A year or more ago, I wrote an entry with the same title. In it I describe how my youngest son procured a very special necklace for me. This post, however, is about another of my sons.
Yes, I'm proud of all three of my sons, one no more than the others. However, at different times, they all step up to the plate in different and surprising ways. Lately, it's been the middle one who has me bursting at the seams.

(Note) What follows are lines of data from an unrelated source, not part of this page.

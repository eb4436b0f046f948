import type { ScoreAnchor } from './brief.ts';

/** Components, weights and anchors of method 7.3: a policy choice of ours that the client accepts or changes. */
export const defaultScore: readonly ScoreAnchor[] = [
  { component: 'served', weight: 30, a0: 70, a100: 99 },
  { component: 'severity', weight: 10, a0: 300, a100: 0 },
  { component: 'spell', weight: 10, a0: 240, a100: 0 },
  { component: 'damp', weight: 10, a0: 40, a100: 0 },
  { component: 'water', weight: 15, a0: 5, a100: 0.5 },
  { component: 'electricity', weight: 15, a0: 0, a100: 60 },
  { component: 'worst-year', weight: 10, a0: 70, a100: 99 },
];
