import type { Brief } from './brief.ts';
import type { BriefFault } from './brief-fault.ts';

/** What is wrong between fields that are each in their range. */
export function contradictions(brief: Brief): BriefFault[] {
  return [
    ...stageFaults(brief),
    ...capFaults(brief),
    ...limitFaults(brief),
    ...startFaults(brief),
    ...faultsOfUse(brief),
  ];
}

function stageFaults(brief: Brief): BriefFault[] {
  const { stages, limit, primaryAir } = brief;
  const faults: BriefFault[] = [];
  const add = (path: string, message: string): void => {
    faults.push({ path, message });
  };
  if (new Set(stages).size !== stages.length) add('stages', 'each stage stands once');
  if (stages.includes('tower') !== (limit.kind === 'tower')) {
    add('stages', 'a tower goes with a limit of cold water, and no other stage does');
  } else if (limit.kind === 'tower' && stages.length > 1) {
    add('stages', 'cold water comes from the tower alone');
  }
  if ((primaryAir === 'return') !== (limit.kind === 'inlet')) {
    add('primaryAir', 'return air goes with a limit at the inlet of a data hall, outdoor air with every other');
  }
  if (primaryAir === 'return' && stages.some((stage) => stage !== 'indirect')) {
    add('stages', 'return air is cooled by the indirect stage alone');
  }
  if (limit.kind === 'turbine' && stages.some((stage) => stage !== 'direct')) {
    add('stages', 'a turbine inlet is cooled by the direct stage alone');
  }
  const wetsClinicAir = stages.includes('direct') || stages.includes('twostage');
  if (brief.preset === 'clinic' && wetsClinicAir && brief.stagesReason === undefined) {
    add('stages', 'in a clinic direct and two-stage cooling need a written reason, in stagesReason');
  }
  return faults;
}

function capFaults({ caps, lowerLimits }: Brief): BriefFault[] {
  const names = ['roomRhPct', 'supplyRhPct', 'supplyDewPointC'] as const;
  return names.flatMap((name) => {
    const cap = caps[name];
    const lower = lowerLimits[name];
    if (cap === undefined || lower === undefined || lower < cap) return [];
    return [
      { path: `lowerLimits.${name}`, message: `the lower limit, ${lower}, leaves no room under the cap, ${cap}` },
    ];
  });
}

function limitFaults(brief: Brief): BriefFault[] {
  const { limit, hardLimits, balanceTempC } = brief;
  if (limit.kind !== 'fixed' && limit.kind !== 'inlet') return [];
  const faults = hardLimits.flatMap((hard, index) =>
    hard.tempC >= limit.tempC
      ? []
      : [
          {
            path: `hardLimits[${index}].tempC`,
            message: `the hard limit, ${hard.tempC} °C, lies under the limit, ${limit.tempC} °C`,
          },
        ],
  );
  if (balanceTempC !== null && balanceTempC > limit.tempC) {
    const message = `demand from ${balanceTempC} °C on only, over the limit of ${limit.tempC} °C itself`;
    faults.push({ path: 'balanceTempC', message });
  }
  return faults;
}

function startFaults({ limit, startRoomTempC }: Brief): BriefFault[] {
  if (limit.kind !== 'fixed' || startRoomTempC === null || startRoomTempC <= limit.tempC) return [];
  const message = `water starts at ${startRoomTempC} °C in the room only, over the limit of ${limit.tempC} °C itself`;
  return [{ path: 'startRoomTempC', message }];
}

/** Fields that a use does not have, or cannot do with. */
function faultsOfUse(brief: Brief): BriefFault[] {
  const { limit } = brief;
  const indexed = limit.kind === 'thi' || limit.kind === 'shade-heat';
  const room = indexed || limit.kind === 'fixed' || limit.kind === 'adaptive';
  const rules: readonly (readonly [holds: boolean, path: string, message: string])[] = [
    [room || brief.dTroomK === 0, 'dTroomK', 'there is no room to warm up here; leave the rise at 0'],
    [limit.kind !== 'inlet' || brief.dwRoomKgKg === 0, 'dwRoomKgKg', 'the equipment of a hall gives off no moisture'],
    [room || brief.phi === 'constant', 'phi', 'the load of halls, towers and turbines is constant'],
    [
      brief.phi === 'constant' || !room || brief.balanceTempC !== null,
      'balanceTempC',
      'a load that grows from the balance temperature on needs one',
    ],
    [
      brief.secondaryAir === 'outdoor' || (room && !indexed),
      'secondaryAir',
      indexed
        ? 'room exhaust needs a temperature that the room is held at, which an index does not set'
        : 'room exhaust needs a room that outdoor air serves',
    ],
    [!brief.basinHeat || limit.kind === 'tower', 'basinHeat', 'a heated basin goes with a cooling tower'],
    [
      !indexed || brief.hardLimits.length === 0,
      'hardLimits',
      'a hard limit is a temperature, and an index holds the room at none',
    ],
  ];
  return rules.flatMap(([holds, path, message]) => (holds ? [] : [{ path, message }]));
}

You see, things aren't going so well in Ohio right now. Our new governor seems intent on turning Ohio into a third world nation of sorts, stripping rights left and right from public workers, imposing not just an conservative agenda but a Tea Party conservative agenda on the state, throwing support to corporations, just all around bad stuff. The mood here is quite negative. He's a mean, vindictive guy. For instance, the state teachers' unions actively opposed his campaign, and he publicly threatened that if they didn't take out full page ads in the large newspapers apologizing for opposing him, he's make them pay. And so he is.
So, that's the background of what's going on in the state. Now, my middle son, who is quite the empathetic young man at 15, is also full of vim and vigor when it comes to ideas of how the world should work, what it means to do the right thing, and wants to take an active role in making it happen. He has an internship with Organizing for America, and prior to that worked to re-elect the former governor, to help get some reforms passed here in town, and has knocked on many, many doors, made many, many phone calls trying to make the world as he sees it a better place.
In recent years, he's grown from the hard to console, harder to please, hardest to placate child I've known to--not to sound trite--a fine, young man, an upstanding member of the community.
Yesterday, this same child who I thought would never leave my side, this same child who I thought would never, ever wean, this same child who I thought would never sleep alone in a bed let alone alone in his own bed (and to save his reputation and mine, I won't mention how old he was before some of these milestones were reached), went to a demonstration in Columbus yesterday to protest against a bill that would limit the rights of public workers to bargain collectively. Even if I personally didn't oppose the bill (which I do), I'd still be proud of him for going, and even prouder that he was invited to attend the rally by adults with whom he works.
Initially, I'm sure just going to the rally seemed like a fun and exciting day off school. And it would have been just that. However, the weather was fickle. There was ice, freezing rain, and snow the day prior to the event, leaving school cancelled. Instead of "missing school to do something cool," this wonderful child got out of bed at almost the same time as a school day, stood in the cold to await his ride, rode on a bus for 3 hours, and then stood in the cold chanting slogans, standing in solidarity for and with public workers, for hours, arriving home close to midnight.
What I'm especially proud of is that most people don't grow up thinking that the life of public workers is glamorous. Some few grow up saying they want to be teachers or nurses, police officers or fire fighters. But few, if any, dwell on the possibility of being a road worker, a linesman, a trash collector.
I'm incredibly proud of my boy and his friend for standing in solidarity for those who don't have the glamour jobs.